### Task brief
Scan the listing below. Return every line containing the string "hour".

### Working data
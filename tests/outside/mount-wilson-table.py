#!/usr/bin/python3
# SPDX-License-Identifier: GPL-3.0-or-later
# SPDX-FileCopyrightText: The Tiltfield developers
"""The Mount Wilson group tilts 1917-1985 (Howard, Gilman & Gilman 1984, ApJ 283, 373; format: the
readme beside the files) as a CSV table and a column map: mount-wilson-table.py FOLDER OUT.csv
OUT.map. Two-part groups only, under names of the script's own, so that a map is needed."""
import datetime
import glob
import math
import os
import sys

MAP = """# Mount Wilson group tilts 1917-1985
time = WHEN
lat_deg = LAT ; unit deg
cmd_deg = CMD ; positive west
axis_tilt_deg = TILT ; range 90 ; positive equatorward
separation_deg = SEP
leading_lat_deg = LAT_L
following_lat_deg = LAT_F
region = none
"""


def records(folder):
    for path in sorted(glob.glob(os.path.join(folder, "gspot*.dat"))):
        lines = open(path, encoding="latin-1").read().split("\n")
        for k in range(0, len(lines) - 2, 3):
            first = [int(lines[k][2 * i:2 * i + 2] or 0) for i in range(9)]
            second = [float(lines[k + 1][7 * i:7 * i + 7]) for i in range(9)]
            third = [float(lines[k + 2][1 + 7 * i:8 + 7 * i]) for i in range(8)]
            yield first, second, third


def main(folder, table, column_map):
    with open(table, "w", newline="", encoding="ascii") as out:
        out.write("# Mount Wilson group tilts, two-part groups\r\nWHEN,LAT,CMD,TILT,SEP,LAT_L,LAT_F,SPOTS\r\n")
        for first, second, third in records(folder):
            if first[5] <= 0 or first[6] <= 0:
                continue
            month, day, year, hour, minute = first[:5]
            when = datetime.datetime(1900 + year, month, day) + datetime.timedelta(hours=hour + 8, minutes=minute)
            east_west = (third[0] - third[1]) * math.cos(math.radians(second[2]))
            separation = math.hypot(east_west, third[2] - third[3])
            out.write("%sZ,%.3f,%.3f,%.3f,%.4f,%.3f,%.3f,%d\r\n"
                      % (when.isoformat(), second[2], second[3], second[7], separation, third[2], third[3], first[7]))
    with open(column_map, "w", encoding="ascii") as out:
        out.write(MAP)


main(*sys.argv[1:4])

### Problem solution
            month, day, year, hour, minute = first[:5]
            when = datetime.datetime(1900 + year, month, day) + datetime.timedelta(hours=hour + 8, minutes=minute)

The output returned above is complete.